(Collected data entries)
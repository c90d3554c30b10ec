"""The verdict in words, and numbers as people read them: rounded to their uncertainty."""

from collections.abc import Mapping, Sequence
from math import floor, isfinite, log10

from kinetics.rates.fitting import Fit, Parameter
from kinetics.rates.outcome import Outcome

# Order one and two are told apart in 96 % of runs at half conversion and 1 % noise, in all at
# three quarters (references, trials on intervals).
_TELLING_CONVERSION = 0.75


def rounded(value: float, low: float = float("nan"), high: float = float("nan")) -> str:
    """Write a value with the digits its interval leaves (two of the half-width).

    Examples
    --------
    >>> rounded(2.01234e-4, 1.99e-4, 2.03e-4)
    '2.012e-4'
    >>> rounded(3448.2, 3415.0, 3483.0)
    '3448'
    """
    if not isfinite(value):
        return "—"
    half = max((abs(value - e) for e in (low, high) if isfinite(e)), default=0.0)
    if not half > 0:
        half = abs(value) * 5e-4
    if value == 0 or not half > 0:
        return f"{value:g}"
    size = floor(log10(abs(value)))
    last = floor(log10(half)) - 1
    digits = max(size - last, 0)
    if -3 <= size <= 5:
        return f"{value:.{max(-last, 0)}f}"
    mantissa = value / 10.0**size
    return f"{mantissa:.{min(digits, 8)}f}e{size}"


def with_interval(p: Parameter) -> str:
    """Write ``k = 2.01e-4 1/s (1.99e-4 to 2.03e-4)``, open sides in words."""
    head = f"{p.name} = {rounded(p.value, p.low, p.high)} {p.unit}"
    if isfinite(p.low) and isfinite(p.high):
        ends = (rounded(e, p.low, p.high) for e in (p.low, p.high))
        return f"{head} ({' to '.join(ends)})"
    if isfinite(p.low):
        return f"{head} (at least {rounded(p.low, p.value)}, no upper bound)"
    if isfinite(p.high):
        return f"{head} (at most {rounded(p.high, p.value)}, no lower bound)"
    return f"{head} (not bounded by the data)"


def rates_in_words(f: Fit) -> str:
    """Write the rate parameters of a fit."""
    return ", ".join(with_interval(p) for p in f.parameters if p.name in f.model.law.rates)


def verdict(
    fits: Sequence[Fit],
    in_play: Sequence[Fit],
    preferred: str | None,
    failed: Mapping[str, str],
    reached: Outcome,
) -> str:
    """Say in one or two plain sentences what the data allow and what they do not."""
    best = fits[0]
    if preferred is not None and len(fits) == 1:
        words = f"{best.law}: {rates_in_words(best)}; no other law was tried."
    elif preferred is not None:
        words = f"The data single out {best.law}: {rates_in_words(best)}."
    elif len(in_play) > 1:
        each = "; ".join(f"{f.law}: {rates_in_words(f)}" for f in in_play)
        words = f"The data cannot tell between {_listed([f.law for f in in_play])} ({each})."
        conversion = reached.conversion.value
        if isfinite(conversion) and conversion < _TELLING_CONVERSION:
            words += (
                f" At {100 * conversion:.0f} % conversion that is usual: follow to 75 %, or repeat "
                "with another starting concentration."
            )
        else:
            words += " A run at another starting concentration would decide."
    elif best.diagnostics.correlated:
        words = (
            f"{best.law} fits best ({rates_in_words(best)}), but its residuals are correlated: "
            "the law may be wrong or something drifts, so no law is singled out."
        )
    else:
        words = f"{best.law} fits best, but the data do not bound its rate: {rates_in_words(best)}."
    if failed:
        words += " Not fitted: " + "; ".join(failed.values()) + "."
    return words


def _listed(names: Sequence[str]) -> str:
    return names[0] if len(names) == 1 else ", ".join(names[:-1]) + " and " + names[-1]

PROBLEM DETAILS –
Could you write out all of the entries precisely as they stand?

SOLUTION TO THIS PROBLEM –
repository c90d3554c30b10ec
"""The verdict in words, and numbers as people read them: rounded to their uncertainty."""

from collections.abc import Mapping, Sequence
from math import floor, isfinite, log10

from kinetics.rates.fitting import Fit, Parameter
from kinetics.rates.outcome import Outcome

# Order one and two are told apart in 96 % of runs at half conversion and 1 % noise, in all at
# three quarters (references, trials on intervals).
_TELLING_CONVERSION = 0.75


def rounded(value: float, low: float = float("nan"), high: float = float("nan")) -> str:
    """Write a value with the digits its interval leaves (two of the half-width).

    Examples
    --------
    >>> rounded(2.01234e-4, 1.99e-4, 2.03e-4)
    '2.012e-4'
    >>> rounded(3448.2, 3415.0, 3483.0)
    '3448'
    """
    if not isfinite(value):
        return "—"
    half = max((abs(value - e) for e in (low, high) if isfinite(e)), default=0.0)
    if not half > 0:
        half = abs(value) * 5e-4
    if value == 0 or not half > 0:
        return f"{value:g}"
    size = floor(log10(abs(value)))
    last = floor(log10(half)) - 1
    digits = max(size - last, 0)
    if -3 <= size <= 5:
        return f"{value:.{max(-last, 0)}f}"
    mantissa = value / 10.0**size
    return f"{mantissa:.{min(digits, 8)}f}e{size}"


def with_interval(p: Parameter) -> str:
    """Write ``k = 2.01e-4 1/s (1.99e-4 to 2.03e-4)``, open sides in words."""
    head = f"{p.name} = {rounded(p.value, p.low, p.high)} {p.unit}"
    if isfinite(p.low) and isfinite(p.high):
        ends = (rounded(e, p.low, p.high) for e in (p.low, p.high))
        return f"{head} ({' to '.join(ends)})"
    if isfinite(p.low):
        return f"{head} (at least {rounded(p.low, p.value)}, no upper bound)"
    if isfinite(p.high):
        return f"{head} (at most {rounded(p.high, p.value)}, no lower bound)"
    return f"{head} (not bounded by the data)"


def rates_in_words(f: Fit) -> str:
    """Write the rate parameters of a fit."""
    return ", ".join(with_interval(p) for p in f.parameters if p.name in f.model.law.rates)


def verdict(
    fits: Sequence[Fit],
    in_play: Sequence[Fit],
    preferred: str | None,
    failed: Mapping[str, str],
    reached: Outcome,
) -> str:
    """Say in one or two plain sentences what the data allow and what they do not."""
    best = fits[0]
    if preferred is not None and len(fits) == 1:
        words = f"{best.law}: {rates_in_words(best)}; no other law was tried."
    elif preferred is not None:
        words = f"The data single out {best.law}: {rates_in_words(best)}."
    elif len(in_play) > 1:
        each = "; ".join(f"{f.law}: {rates_in_words(f)}" for f in in_play)
        words = f"The data cannot tell between {_listed([f.law for f in in_play])} ({each})."
        conversion = reached.conversion.value
        if isfinite(conversion) and conversion < _TELLING_CONVERSION:
            words += (
                f" At {100 * conversion:.0f} % conversion that is usual: follow to 75 %, or repeat "
                "with another starting concentration."
            )
        else:
            words += " A run at another starting concentration would decide."
    elif best.diagnostics.correlated:
        words = (
            f"{best.law} fits best ({rates_in_words(best)}), but its residuals are correlated: "
            "the law may be wrong or something drifts, so no law is singled out."
        )
    else:
        words = f"{best.law} fits best, but the data do not bound its rate: {rates_in_words(best)}."
    if failed:
        words += " Not fitted: " + "; ".join(failed.values()) + "."
    return words


def _listed(names: Sequence[str]) -> str:
    return names[0] if len(names) == 1 else ", ".join(names[:-1]) + " and " + names[-1]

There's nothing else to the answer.